• **REQUIRED WORK**: Please return each record exactly, leaving nothing out.

-- MATERIAL FOR THIS TASK follows --

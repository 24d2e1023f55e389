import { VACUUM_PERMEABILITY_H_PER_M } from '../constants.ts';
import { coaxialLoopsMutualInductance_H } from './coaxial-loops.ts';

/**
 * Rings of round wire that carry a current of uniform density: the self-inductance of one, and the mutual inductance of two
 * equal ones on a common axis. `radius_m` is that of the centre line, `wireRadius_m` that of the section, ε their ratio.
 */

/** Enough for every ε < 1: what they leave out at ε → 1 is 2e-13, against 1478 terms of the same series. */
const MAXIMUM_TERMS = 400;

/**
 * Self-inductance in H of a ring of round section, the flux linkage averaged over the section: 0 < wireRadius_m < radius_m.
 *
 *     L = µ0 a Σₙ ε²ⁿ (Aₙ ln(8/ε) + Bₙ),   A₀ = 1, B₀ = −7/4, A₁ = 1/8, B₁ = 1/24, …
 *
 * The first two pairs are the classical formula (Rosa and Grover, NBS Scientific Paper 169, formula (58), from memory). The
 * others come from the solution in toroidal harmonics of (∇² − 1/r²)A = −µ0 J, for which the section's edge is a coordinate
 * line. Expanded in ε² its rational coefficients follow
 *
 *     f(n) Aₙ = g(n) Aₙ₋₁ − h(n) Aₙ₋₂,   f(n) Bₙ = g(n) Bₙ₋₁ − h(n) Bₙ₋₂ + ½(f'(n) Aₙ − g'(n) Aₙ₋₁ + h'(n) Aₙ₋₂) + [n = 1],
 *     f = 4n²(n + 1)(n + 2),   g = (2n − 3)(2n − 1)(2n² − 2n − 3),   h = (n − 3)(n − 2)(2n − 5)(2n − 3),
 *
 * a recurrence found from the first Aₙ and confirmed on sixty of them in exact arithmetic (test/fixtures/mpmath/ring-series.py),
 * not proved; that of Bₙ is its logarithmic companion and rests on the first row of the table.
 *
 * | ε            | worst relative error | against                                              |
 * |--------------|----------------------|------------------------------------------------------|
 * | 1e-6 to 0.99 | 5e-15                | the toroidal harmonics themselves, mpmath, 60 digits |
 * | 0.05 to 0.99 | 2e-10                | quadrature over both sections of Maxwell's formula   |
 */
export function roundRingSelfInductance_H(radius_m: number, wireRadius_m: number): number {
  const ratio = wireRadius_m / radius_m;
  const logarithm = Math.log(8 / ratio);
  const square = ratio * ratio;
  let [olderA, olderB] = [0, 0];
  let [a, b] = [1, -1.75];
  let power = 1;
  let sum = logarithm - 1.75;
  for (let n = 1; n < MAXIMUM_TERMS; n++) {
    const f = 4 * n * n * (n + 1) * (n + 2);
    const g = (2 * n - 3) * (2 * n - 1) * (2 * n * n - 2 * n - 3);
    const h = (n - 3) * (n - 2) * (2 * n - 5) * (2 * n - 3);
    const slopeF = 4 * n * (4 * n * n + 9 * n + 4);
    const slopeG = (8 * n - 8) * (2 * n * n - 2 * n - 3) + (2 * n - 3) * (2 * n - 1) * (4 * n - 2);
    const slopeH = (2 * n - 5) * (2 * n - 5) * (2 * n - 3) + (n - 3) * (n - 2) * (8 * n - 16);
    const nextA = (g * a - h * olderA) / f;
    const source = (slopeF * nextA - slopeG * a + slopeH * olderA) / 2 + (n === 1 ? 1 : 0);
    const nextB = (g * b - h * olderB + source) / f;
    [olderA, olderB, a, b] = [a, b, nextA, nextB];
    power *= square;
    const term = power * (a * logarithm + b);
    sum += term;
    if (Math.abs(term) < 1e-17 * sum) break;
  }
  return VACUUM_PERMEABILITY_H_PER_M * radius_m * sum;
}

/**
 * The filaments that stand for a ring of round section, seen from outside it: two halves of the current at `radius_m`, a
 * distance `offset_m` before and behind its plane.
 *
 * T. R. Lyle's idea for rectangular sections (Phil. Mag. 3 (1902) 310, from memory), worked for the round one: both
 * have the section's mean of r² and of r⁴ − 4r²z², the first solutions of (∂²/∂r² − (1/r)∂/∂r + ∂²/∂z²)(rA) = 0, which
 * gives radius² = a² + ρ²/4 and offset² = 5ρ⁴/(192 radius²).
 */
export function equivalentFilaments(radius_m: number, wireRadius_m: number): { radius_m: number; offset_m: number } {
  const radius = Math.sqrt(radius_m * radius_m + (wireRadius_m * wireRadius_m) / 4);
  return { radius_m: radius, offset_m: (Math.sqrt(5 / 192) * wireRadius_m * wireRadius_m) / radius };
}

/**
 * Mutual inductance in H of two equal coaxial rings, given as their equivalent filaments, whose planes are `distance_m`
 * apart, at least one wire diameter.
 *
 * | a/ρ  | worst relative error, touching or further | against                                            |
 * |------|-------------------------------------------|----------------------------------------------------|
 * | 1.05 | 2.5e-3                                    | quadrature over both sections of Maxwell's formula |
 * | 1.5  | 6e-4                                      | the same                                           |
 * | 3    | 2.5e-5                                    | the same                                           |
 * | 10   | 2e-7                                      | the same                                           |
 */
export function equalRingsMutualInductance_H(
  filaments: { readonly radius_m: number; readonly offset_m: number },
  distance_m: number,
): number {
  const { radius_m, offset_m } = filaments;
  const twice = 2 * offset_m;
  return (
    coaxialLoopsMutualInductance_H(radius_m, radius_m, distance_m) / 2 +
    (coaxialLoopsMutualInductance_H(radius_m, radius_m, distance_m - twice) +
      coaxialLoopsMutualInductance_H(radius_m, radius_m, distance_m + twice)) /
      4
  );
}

-- MATERIAL FOR THIS TASK concluded --

• **RESPONSE TO THIS TASK**:
repository 24d2e1023f55e389
import { VACUUM_PERMEABILITY_H_PER_M } from '../constants.ts';
import { coaxialLoopsMutualInductance_H } from './coaxial-loops.ts';

/**
 * Rings of round wire that carry a current of uniform density: the self-inductance of one, and the mutual inductance of two
 * equal ones on a common axis. `radius_m` is that of the centre line, `wireRadius_m` that of the section, ε their ratio.
 */

/** Enough for every ε < 1: what they leave out at ε → 1 is 2e-13, against 1478 terms of the same series. */
const MAXIMUM_TERMS = 400;

/**
 * Self-inductance in H of a ring of round section, the flux linkage averaged over the section: 0 < wireRadius_m < radius_m.
 *
 *     L = µ0 a Σₙ ε²ⁿ (Aₙ ln(8/ε) + Bₙ),   A₀ = 1, B₀ = −7/4, A₁ = 1/8, B₁ = 1/24, …
 *
 * The first two pairs are the classical formula (Rosa and Grover, NBS Scientific Paper 169, formula (58), from memory). The
 * others come from the solution in toroidal harmonics of (∇² − 1/r²)A = −µ0 J, for which the section's edge is a coordinate
 * line. Expanded in ε² its rational coefficients follow
 *
 *     f(n) Aₙ = g(n) Aₙ₋₁ − h(n) Aₙ₋₂,   f(n) Bₙ = g(n) Bₙ₋₁ − h(n) Bₙ₋₂ + ½(f'(n) Aₙ − g'(n) Aₙ₋₁ + h'(n) Aₙ₋₂) + [n = 1],
 *     f = 4n²(n + 1)(n + 2),   g = (2n − 3)(2n − 1)(2n² − 2n − 3),   h = (n − 3)(n − 2)(2n − 5)(2n − 3),
 *
 * a recurrence found from the first Aₙ and confirmed on sixty of them in exact arithmetic (test/fixtures/mpmath/ring-series.py),
 * not proved; that of Bₙ is its logarithmic companion and rests on the first row of the table.
 *
 * | ε            | worst relative error | against                                              |
 * |--------------|----------------------|------------------------------------------------------|
 * | 1e-6 to 0.99 | 5e-15                | the toroidal harmonics themselves, mpmath, 60 digits |
 * | 0.05 to 0.99 | 2e-10                | quadrature over both sections of Maxwell's formula   |
 */
export function roundRingSelfInductance_H(radius_m: number, wireRadius_m: number): number {
  const ratio = wireRadius_m / radius_m;
  const logarithm = Math.log(8 / ratio);
  const square = ratio * ratio;
  let [olderA, olderB] = [0, 0];
  let [a, b] = [1, -1.75];
  let power = 1;
  let sum = logarithm - 1.75;
  for (let n = 1; n < MAXIMUM_TERMS; n++) {
    const f = 4 * n * n * (n + 1) * (n + 2);
    const g = (2 * n - 3) * (2 * n - 1) * (2 * n * n - 2 * n - 3);
    const h = (n - 3) * (n - 2) * (2 * n - 5) * (2 * n - 3);
    const slopeF = 4 * n * (4 * n * n + 9 * n + 4);
    const slopeG = (8 * n - 8) * (2 * n * n - 2 * n - 3) + (2 * n - 3) * (2 * n - 1) * (4 * n - 2);
    const slopeH = (2 * n - 5) * (2 * n - 5) * (2 * n - 3) + (n - 3) * (n - 2) * (8 * n - 16);
    const nextA = (g * a - h * olderA) / f;
    const source = (slopeF * nextA - slopeG * a + slopeH * olderA) / 2 + (n === 1 ? 1 : 0);
    const nextB = (g * b - h * olderB + source) / f;
    [olderA, olderB, a, b] = [a, b, nextA, nextB];
    power *= square;
    const term = power * (a * logarithm + b);
    sum += term;
    if (Math.abs(term) < 1e-17 * sum) break;
  }
  return VACUUM_PERMEABILITY_H_PER_M * radius_m * sum;
}

/**
 * The filaments that stand for a ring of round section, seen from outside it: two halves of the current at `radius_m`, a
 * distance `offset_m` before and behind its plane.
 *
 * T. R. Lyle's idea for rectangular sections (Phil. Mag. 3 (1902) 310, from memory), worked for the round one: both
 * have the section's mean of r² and of r⁴ − 4r²z², the first solutions of (∂²/∂r² − (1/r)∂/∂r + ∂²/∂z²)(rA) = 0, which
 * gives radius² = a² + ρ²/4 and offset² = 5ρ⁴/(192 radius²).
 */
export function equivalentFilaments(radius_m: number, wireRadius_m: number): { radius_m: number; offset_m: number } {
  const radius = Math.sqrt(radius_m * radius_m + (wireRadius_m * wireRadius_m) / 4);
  return { radius_m: radius, offset_m: (Math.sqrt(5 / 192) * wireRadius_m * wireRadius_m) / radius };
}

/**
 * Mutual inductance in H of two equal coaxial rings, given as their equivalent filaments, whose planes are `distance_m`
 * apart, at least one wire diameter.
 *
 * | a/ρ  | worst relative error, touching or further | against                                            |
 * |------|-------------------------------------------|----------------------------------------------------|
 * | 1.05 | 2.5e-3                                    | quadrature over both sections of Maxwell's formula |
 * | 1.5  | 6e-4                                      | the same                                           |
 * | 3    | 2.5e-5                                    | the same                                           |
 * | 10   | 2e-7                                      | the same                                           |
 */
export function equalRingsMutualInductance_H(
  filaments: { readonly radius_m: number; readonly offset_m: number },
  distance_m: number,
): number {
  const { radius_m, offset_m } = filaments;
  const twice = 2 * offset_m;
  return (
    coaxialLoopsMutualInductance_H(radius_m, radius_m, distance_m) / 2 +
    (coaxialLoopsMutualInductance_H(radius_m, radius_m, distance_m - twice) +
      coaxialLoopsMutualInductance_H(radius_m, radius_m, distance_m + twice)) /
      4
  );
}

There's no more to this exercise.